If you choose the former, it is not convenient to try many different types of networks when doing research. If you choose the latter, we have to reproduce the code, which will easily lead to different experimental results and industrial applications, and we also need to put a lot of effort into Learn.
The advent of TensorFlow hopes to resolve this paradox.
What is TensorFlow?
Open source software for numerical computation using dataflows and graphs for machine intelligence
Mainly developed by the Google Brain team for machine learning and deep neural network research
Can be applied to a wide range of fields
Although TensorFlow is open source, But only the part on GitHub is open source. Google also has an internal version. The official statement is that Google's internal version has many tools and services that are customized for it. The public does not need to use it. It is not that Google's open source is not sincere, I hope so Bar.
Why use TensorFlow?
Python API, which is available in most deep learning frameworks
Ability to use multiple CPUs and GPUs, and most importantly, easy deployment to servers and mobiles, something that many frameworks cannot do Flexible
enough , very low-level
tensorboard visualization is very good
Checkpoints as experiment management, the ability to save models at any time
Automatic Differentiation
Huge Community
Lots of great projects using TensorFlow
Getting Started
tensor
0-d tensor: scalar, 1-d tensor: vector, 2-d tensor:
matrix Dataflow graph
import tensorflow as tf
a = tf.add(3, 5 )
print(a)
>> Tensor("Add: 0", shape=(), dtype=int32)
can't get 8, you need to open the session, the operation can be performed in the session, and the Tensor can be calculated, which is a bit contradictory. Humans are different from general inferential programming, such as PyTorch
import tensorflow as tf
a = tf.add(3, 5)
sess = tf.Session()
print(sess.run(a))
sess.close()
> > 8
can certainly be written in a more efficient way
import tensorflow as tf
a = tf.add(3, 5)
with tf.Session() as sess:
print(sess.run(a))
>> 8
Of course more complex computation graphs can be built as follows:
x = 2
y = 3
add_op = tf.add(x, y)
mul_op = tf.mul(x, y)
useless = tf.mul(x, add_op)
pow_op = tf.pow(add_op, mul_op)
with tf.Session() as sess:
z , not_useless = sess.run([op3, useless])

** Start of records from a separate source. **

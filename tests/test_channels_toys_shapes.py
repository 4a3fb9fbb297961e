"""The combination's toys profile the channels' shape factors (mass scale, resolution) as
the observed combined scan does: a toy's q0 at its highest point against the product
likelihood of two binned channels written here (Gaussian signal bin integrals from
scipy.stats.norm.cdf, exponential backgrounds, the factor's Gaussian constraint
((k - c)/delta)^2/2: Cowan, Cranmer, Gross, Vitells, EPJC 71 (2011) 1554, sec. 2, with the
auxiliary measurement c = 1, or drawn per toy in the unconditional ensemble) minimised by
iminuit (MIGRAD, strategy 2); with every size 0 the toys are exactly the plain ones."""

from __future__ import annotations

import numpy as np
import pytest
from scipy import stats

from peaksift import Resolution
from peaksift.histogram import MassHistogram
from peaksift.stats.channel_toys import combined_toy_scans
from peaksift.stats.channels import Channel, combine
from peaksift.stats.toys import toy_counts

SIGMA = 2.0
WINDOW = (110.0, 190.0)
EDGES = np.linspace(*WINDOW, 41)
DELTA = 0.01      # the mumu channel's mass-scale uncertainty
MASSES = np.linspace(130.0, 170.0, 9)
SEED = 5


def _hist(seed, scale, n_bkg):
    rng = np.random.default_rng(seed)
    x = 110.0 + rng.exponential(scale, n_bkg)
    return MassHistogram.from_masses(x[x < 190.0], bins=EDGES.size - 1, range=WINDOW)


def _channels(size, ensemble="fixed"):
    h1, h2 = _hist(31, 50.0, 3000), _hist(32, 35.0, 2000)
    return [Channel("mumu", h1, "exponential", 8.0, signal="gaussian",
                    resolution=Resolution.absolute(SIGMA), efficiency=0.5,
                    shape_nuisances={"mass_scale": size}, toy_constraints=ensemble),
            Channel("ee", h2, "exponential", 4.0, signal="gaussian",
                    resolution=Resolution.absolute(SIGMA), efficiency=0.5)]


def _reference_q0(counts, mass, center):
    """2 [NLL(mu = 0, k = c) - NLL(mu, k free)] of the product likelihood (module doc)."""
    from iminuit import Minuit

    lo, hi = WINDOW

    def fsig(m):
        fs = np.diff(stats.norm.cdf(EDGES, m, SIGMA))
        return fs / (stats.norm.cdf(hi, m, SIGMA) - stats.norm.cdf(lo, m, SIGMA))

    def g(slope):
        e = np.exp(slope * (EDGES - lo))
        return np.diff(e) / (e[-1] - e[0])

    def nll(mu, k, b1, s1, b2, s2):
        out = 0.5 * ((k - center) / DELTA) ** 2
        for n, conv, f, bb, sl in ((counts[0], 4.0, fsig(mass * k), b1, s1),
                                   (counts[1], 2.0, fsig(mass), b2, s2)):
            m = np.maximum(mu * conv * f + bb * g(sl), 1e-300)
            out += float(np.sum(m - n * np.log(m)))
        return out

    start = {"mu": 5.0, "k": center, "b1": counts[0].sum(), "s1": -0.02,
             "b2": counts[1].sum(), "s2": -0.03}
    fits = []
    for free_mu in (True, False):
        m = Minuit(nll, **(start if free_mu else {**start, "mu": 0.0}))
        m.errordef, m.strategy = 0.5, 2
        m.limits["k"] = (1.0 - 10 * DELTA, 1.0 + 10 * DELTA)
        if not free_mu:
            m.fixed["mu"] = m.fixed["k"] = True
        m.migrad()
        assert m.valid
        fits.append(m)
    mu_hat = fits[0].values["mu"]
    return 2.0 * (fits[1].fval - fits[0].fval) if mu_hat > 0 else 0.0


@pytest.mark.parametrize("ensemble", ["fixed", "sampled"])
def test_toy_q0_at_its_highest_point_profiles_the_mass_scale(ensemble):
    c = combine(_channels(DELTA, ensemble), MASSES, refit=False)
    models = list(c.prepared)
    conv = [np.asarray(k) for k in c.conversion.values()]
    n_toys = 4
    plain = combined_toy_scans(models, conv, n_toys, seed=SEED)
    scans = combined_toy_scans(models, conv, n_toys, seed=SEED, shapes=c.shapes,
                               ensembles=c.toy_constraints)
    checked = 0
    for i in range(n_toys):
        j = int(np.nanargmax(scans[i]))
        if scans[i, j] <= 0.5:
            continue
        # the toy's counts: channel c's stream SeedSequence(seed, spawn_key=(c, i))
        counts = [toy_counts(m.expected_background, np.random.SeedSequence(SEED,
                                                                            spawn_key=(ch,)),
                             i, 1)[0] for ch, m in enumerate(models)]
        center = 1.0
        if ensemble == "sampled":  # the toy's draw of the auxiliary measurement
            rng = np.random.default_rng(np.random.SeedSequence(SEED, spawn_key=(0, i, 1)))
            center = 1.0 + DELTA * rng.standard_normal(1)[0]
        # tolerance: the toys' fits stop at steps below 0.03 errors (q0 within ~1e-3)
        assert scans[i, j] == pytest.approx(_reference_q0(counts, MASSES[j], center),
                                            abs=5e-3)
        checked += 1
    assert checked >= 2
    if ensemble == "fixed":  # a free factor can only raise a toy's q0 (to rounding)
        assert np.all(np.nan_to_num(scans) >= np.nan_to_num(plain) - 1e-6)
        assert np.any(scans > plain + 1e-3)


def test_zero_sizes_give_exactly_the_plain_toys():
    """With every size 0 the combination has no shape factors and its toys (and their
    global significance) are bit for bit those of the channels without the keys."""
    zero = combine(_channels(0.0), MASSES, refit=False)
    plain_ch = [Channel(**{**ch.__dict__, "shape_nuisances": None})
                for ch in _channels(0.0)]
    plain = combine(plain_ch, MASSES, refit=False)
    assert all(sp is None for sp in zero.shapes)
    assert np.array_equal(zero.q0, plain.q0)
    a = zero.global_significance("toys", toys=30, seed=SEED)
    b = plain.global_significance("toys", toys=30, seed=SEED)
    assert a == b


def test_toys_on_worker_processes_equal_the_serial_ones():
    """Combined toys on the execution engine's worker processes: every toy has its own seed
    stream, so the scans are those of the serial run, bit for bit; the combined limits hand
    their toy masses (each seeded by its mass) to the same executor."""
    import functools

    from peaksift.execution import map_tasks
    from peaksift.stats import channel_limits

    chans = _channels(DELTA)
    c = combine(chans, MASSES, refit=False)
    pool = functools.partial(map_tasks, engine="processes", workers=2)
    models = list(c.prepared)
    conv = [np.asarray(k) for k in c.conversion.values()]
    serial = combined_toy_scans(models, conv, 30, seed=SEED, shapes=c.shapes)
    parallel = combined_toy_scans(models, conv, 30, seed=SEED, shapes=c.shapes,
                                  executor=pool)
    assert np.array_equal(serial, parallel, equal_nan=True)
    seen = []

    def recording(func, tasks):
        seen.append((func, [t[5] for t in tasks if isinstance(t, tuple)]))
        return [func(t) for t in tasks]

    kw = {"method": "toys", "toys": 8, "seed": SEED, "toy_masses": [140.0, 160.0]}
    channel_limits.combined_limits(_channels(0.0), np.array([140.0, 160.0]), executor=recording,
                                   **kw)
    joint = [seeds for func, seeds in seen if func is channel_limits.run_joint_toy_limit]
    assert joint == [[SEED, SEED + 1]]   # one task per toy mass, seeded by its index
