"""report.md / report.html / results.json writing, from a plain results dictionary.

The end-to-end content (numbers from a real search on the demo data) is checked in
test_search.py; here the rendering itself: tables, embedded figures, caution, atomic writes.
"""

from __future__ import annotations

import base64
import json
import math
from html.parser import HTMLParser

import numpy as np
import pytest

from peaksift.report import (
    CAUTION,
    atomic_write,
    format_pm,
    render_html,
    render_markdown,
    write_report,
    write_results_json,
)


def _results() -> dict:
    return {
        "peaksift_version": "0.1.0",
        "config": {"objects": {"collection": "muon", "cut": "pt > 20"},
                   "pairing": {"charge": "opposite", "choose": "all"},
                   "spectrum": {"window": [110.0, 200.0], "bins": 90},
                   "model": {"signal": "gaussian", "background": "bernstein",
                             "resolution": {"relative": 0.01}},
                   "output": {"title": ""}},
        "input": {"files": ["a.parquet"], "events_read": 1000, "events_selected": 400,
                  "candidates": 380, "cutflow": {"events": 1000, "candidates": 380}},
        "fit": {"valid": True, "peak_mass": {"value": 155.2, "error": 0.31},
                "width": {"value": 1.6, "error": 0.2},
                "signal_yield": {"value": 120.0, "error": 30.0},
                "background_yield": {"value": 3000.0, "error": 60.0},
                "gof": {"chi2": 80.1, "ndf": 84, "p_value": 0.6}},
        "scan": {"masses": [120.0, 150.0, 180.0], "z_local": [0.1, 3.9, 0.3],
                 "p_local": [0.46, 4.8e-5, 0.38], "signal_yield": [3.0, 118.0, 8.0]},
        "best": {"mass": 150.0, "z_local": 3.9, "p_local": 4.8e-5, "z_global": 2.9,
                 "p_global": 0.0019, "global_method": "upcrossings"},
        "limits": {"masses": [120.0, 150.0], "observed": [30.0, 210.0], "expected": [28.0, 40.0],
                   "expected_minus2": [15.0, 21.0], "expected_minus1": [20.0, 29.0],
                   "expected_plus1": [39.0, 56.0], "expected_plus2": [52.0, 75.0],
                   "unit": "events", "cl": 0.95},
        "known_matches": [],
        "provenance": {"inputs": [{"path": "a.parquet", "sha256": "ab" * 32}],
                       "config_sha256": "cd" * 32, "seed": 7,
                       "versions": {"python": "3.11", "numpy": np.__version__},
                       "started": "2026-01-01T00:00:00Z", "finished": "2026-01-01T00:01:00Z"},
    }


class _Collect(HTMLParser):
    def __init__(self) -> None:
        super().__init__()
        self.imgs: list[str] = []
        self.tables = 0
        self.stack: list[str] = []
        self.text: list[str] = []

    def handle_starttag(self, tag, attrs):
        if tag == "img":
            self.imgs.append(dict(attrs)["src"])
        elif tag == "table":
            self.tables += 1

    def handle_data(self, data):
        self.text.append(data)


def _png(tmp_path, name):
    import matplotlib

    matplotlib.use("Agg")
    import matplotlib.pyplot as plt

    fig, ax = plt.subplots(figsize=(2, 2))
    ax.plot([0, 1], [0, 1])
    p = tmp_path / f"{name}.png"
    fig.savefig(p)
    plt.close(fig)
    return p


def test_html_is_self_contained_and_parses(tmp_path):
    figs = {n: _png(tmp_path, n) for n in ("spectrum", "pvalue_scan", "limits", "candidates")}
    page = render_html(_results(), figs)
    parser = _Collect()
    parser.feed(page)
    parser.close()
    assert len(parser.imgs) == 4
    for src, path in zip(parser.imgs, figs.values()):
        assert src.startswith("data:image/png;base64,")
        assert base64.b64decode(src.split(",", 1)[1]) == path.read_bytes()
    assert parser.tables >= 4
    text = " ".join(parser.text)
    assert "A local significance is not a discovery" in text
    assert "look-elsewhere effect is included" in text
    assert "No known particle matches" in text
    assert "155.20 ± 0.31 GeV" in text


def test_a_number_in_a_narrow_column_is_not_broken_across_lines():
    """A p-value such as 1.61e-05 in a narrow numeric column stays on one line (a browser
    otherwise breaks it after the exponent's hyphen, CSS Text Level 3, 5.2: "1.61e-" over
    "05"): numeric cells are right-aligned and not wrapped."""
    import re

    from peaksift.report import blocks_html

    page = blocks_html("t", [("table", ["mass", "p local"], [["152.45", "1.61e-05"]])], {})
    assert '<td class="num">1.61e-05</td>' in page
    rule = re.search(r"td\.num\{([^}]*)\}", page).group(1)
    assert "white-space:nowrap" in rule.replace("\n", "") and "text-align:right" in rule


def test_markdown_has_tables_caution_and_figure_links(tmp_path):
    md = render_markdown(_results(), {"spectrum": "figures/spectrum.png"})
    assert md.count(CAUTION) >= 2
    assert "![spectrum](figures/spectrum.png)" in md
    # the figure draws the free fit, whose mass floats away from the hypothesis it started at
    caption = md.split("![spectrum](figures/spectrum.png)")[1].split("\n\n")[1]
    assert "free fit" in caption and "at the best mass hypothesis, its" not in caption
    assert "| Local significance | 3.90 σ (p = 4.80e-05) |" in md
    assert "upcrossings" in md
    assert "| events | 1,000 |" in md  # one number format: the command line's


def test_results_json_reads_back_with_lists_on_one_line(tmp_path):
    """results.json parses (Python's json module, the standard's reader) to the values
    written, NaN as null; a list of numbers takes one line, a 2-d one a line a row."""
    d = {"scan": {"masses": np.linspace(120.0, 180.0, 61), "z": [1.5, float("nan"), None]},
         "counts": np.arange(12.0).reshape(3, 4), "fits": [{"a": 1}, {"b": [2, 3]}],
         "empty": {}, "none": [], "name": "m\u03bc\u03bc"}
    path = write_results_json(d, tmp_path / "results.json")
    text = path.read_text()
    back = json.loads(text)
    assert back["scan"]["masses"] == pytest.approx(list(np.linspace(120.0, 180.0, 61)),
                                                   rel=1e-15)
    assert back["scan"]["z"] == [1.5, None, None]
    assert back["counts"] == [[0, 1, 2, 3], [4, 5, 6, 7], [8, 9, 10, 11]]
    assert back["fits"] == [{"a": 1}, {"b": [2, 3]}] and back["empty"] == {}
    assert back["none"] == [] and back["name"] == "m\u03bc\u03bc"
    assert len(text.splitlines()) < 30


def test_format_pm_rounds_error_to_two_digits():
    # two significant digits on the error, value to the same decimal (common practice)
    assert format_pm(155.234, 0.3149, "GeV") == "155.23 ± 0.31 GeV"
    assert format_pm(1234.5, 56.0) == "1,234 ± 56"  # thousands marked as in number(1234)
    assert format_pm(1.0, None) == "1"


def test_masses_keep_five_significant_digits_below_10_gev():
    # a hypothesis at the phi(1020) (1.0194 GeV) must not read "1.02": two decimals from
    # 10 GeV up, five significant digits below (common practice for quoting masses)
    from peaksift._format import mass_text

    assert mass_text(152.6243) == "152.62"
    assert mass_text(1.019411) == "1.0194"
    assert mass_text(0.497611) == "0.49761"
    assert mass_text(float("nan")) == "n/a"


def test_fit_settings_use_the_one_value_error_format():
    # the summary's and report's "fit settings": a constraint's centre and width formatted
    # as every value ± error (two digits on the error, common practice), with its unit
    from peaksift.report_sections import fit_settings_text

    st = {"sigma_from_resolution": {"at_mass": 1.0194},
          "constraints": {"sigma": {"center": 3.0e-4, "width": 6.0e-5, "kind": "gaussian"},
                          "width": {"center": 4.249e-3, "width": 0.1, "kind": "lognormal"}}}
    assert fit_settings_text(st) == (
        "sigma constrained to the resolution model, 0.000300 ± 0.000060 GeV (Gaussian); "
        "width constrained to 0.004249 GeV within a relative 0.1 (log-normal)")


def test_results_json_atomic_and_nan_free(tmp_path):
    r = _results()
    r["fit"]["gof"]["p_value"] = float("nan")
    r["scan"]["z_local"] = np.array([0.1, np.inf, 0.2])
    p = write_results_json(r, tmp_path / "results.json")
    d = json.loads(p.read_text())
    assert d["fit"]["gof"]["p_value"] is None
    assert d["scan"]["z_local"] == [0.1, None, 0.2]
    assert [x.name for x in tmp_path.iterdir()] == ["results.json"]


def test_atomic_write_leaves_old_file_on_failure(tmp_path):
    target = tmp_path / "x.txt"
    atomic_write(target, "old")

    with pytest.raises(TypeError):
        atomic_write(target, object())  # type: ignore[arg-type]
    assert target.read_text() == "old"
    assert sorted(p.name for p in tmp_path.iterdir()) == ["x.txt"]


def test_write_report_relative_links(tmp_path):
    (tmp_path / "figures").mkdir()
    fig = _png(tmp_path / "figures", "spectrum")
    out = write_report(_results(), tmp_path, {"spectrum": fig})
    assert "](figures/spectrum.png)" in out["markdown"].read_text()
    assert "data:image/png;base64," in out["html"].read_text()


def _blinded_results() -> dict:
    """The results dictionary of a blinded run, as ``SearchResult.to_dict`` writes it."""
    r = _results()
    none = {"value": None, "error": None}
    r["fit"] = {"valid": False, "peak_mass": dict(none), "width": dict(none),
                "signal_yield": dict(none), "background_yield": dict(none),
                "gof": {"chi2": None, "ndf": None, "p_value": None},
                "problems": ["blinded: no signal-plus-background fit until --unblind"]}
    r["blinding"] = {"enabled": True, "window": [140.5, 165.0], "unblinded": False,
                     "active": True, "hidden_range": [140.0, 165.0]}
    r["input"]["candidates"] = 300
    return r


def test_blinded_report_says_what_is_hidden(tmp_path):
    from peaksift.report import _BLINDED_CAPTIONS, _CAPTIONS

    r = _blinded_results()
    figs = {n: _png(tmp_path, n) for n in ("spectrum", "pvalue_scan")}
    md = render_markdown(r, {n: f"figures/{n}.png" for n in figs})
    # no fit: the goodness of fit is n/a, not "n/a for None degrees of freedom"
    assert "| Goodness of fit (free fit) | n/a |" in md and "None" not in md
    # the spectrum caption does not promise a fit and pulls the blinded figure lacks
    assert f"*{_BLINDED_CAPTIONS['spectrum']}*" in md and _CAPTIONS["spectrum"] not in md
    # counts are labelled as the sidebands', and the withheld figure is mentioned
    assert ("candidates in the fit window 110-200 GeV outside the blinded bins 140-165 GeV "
            "(sidebands only while blinded): 300") in md
    assert "withheld while the run is blinded" in md
    text = render_html(r, figs)
    assert "withheld while the run is blinded" in text
    assert _BLINDED_CAPTIONS["spectrum"] in text and _CAPTIONS["spectrum"] not in text
    # an unblinded report keeps the fit caption and has no such notes
    plain = render_markdown(_results(), {"spectrum": "figures/spectrum.png"})
    assert _CAPTIONS["spectrum"] in plain and "withheld" not in plain
    assert "χ² = 80.1 for 84 degrees of freedom" in plain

use [] when calling `sess.run` to get multiple results.
You can also divide the graph into many small pieces and let them run in parallel on multiple CPUs and GPUs.
You can put part of the computational graph on a specific GPU or CPU
with tf.device('/gpu:2'):
a = tf. constant([[1.0, 2.0, 3.0], [4.0, 5.0, 6.0]], name='a')
b = tf.constant([[1.0, 2.0], [3.0, 4.0], [5.0, 6.0] ], name='b')
c = tf.matmul(a, b)
sess = tf.Session(config=tf.ConfigProto(log_device_placement=True))
print(sess.run(c))
Try not to use multiple computational graphs, because each computational graph needs One session, and each session will use all the graphics card resources. You must use python/numpy to transfer data between two graphs. It is best to create two subgraphs that are not connected in one graph.
Why use Graph
1. Saving Computational resources, each operation only needs to run the subgraph related to the result 2. The graph can
be divided into small pieces for automatic differentiation
3. It is easy to deploy on multiple devices These are the study notes for the first lecture.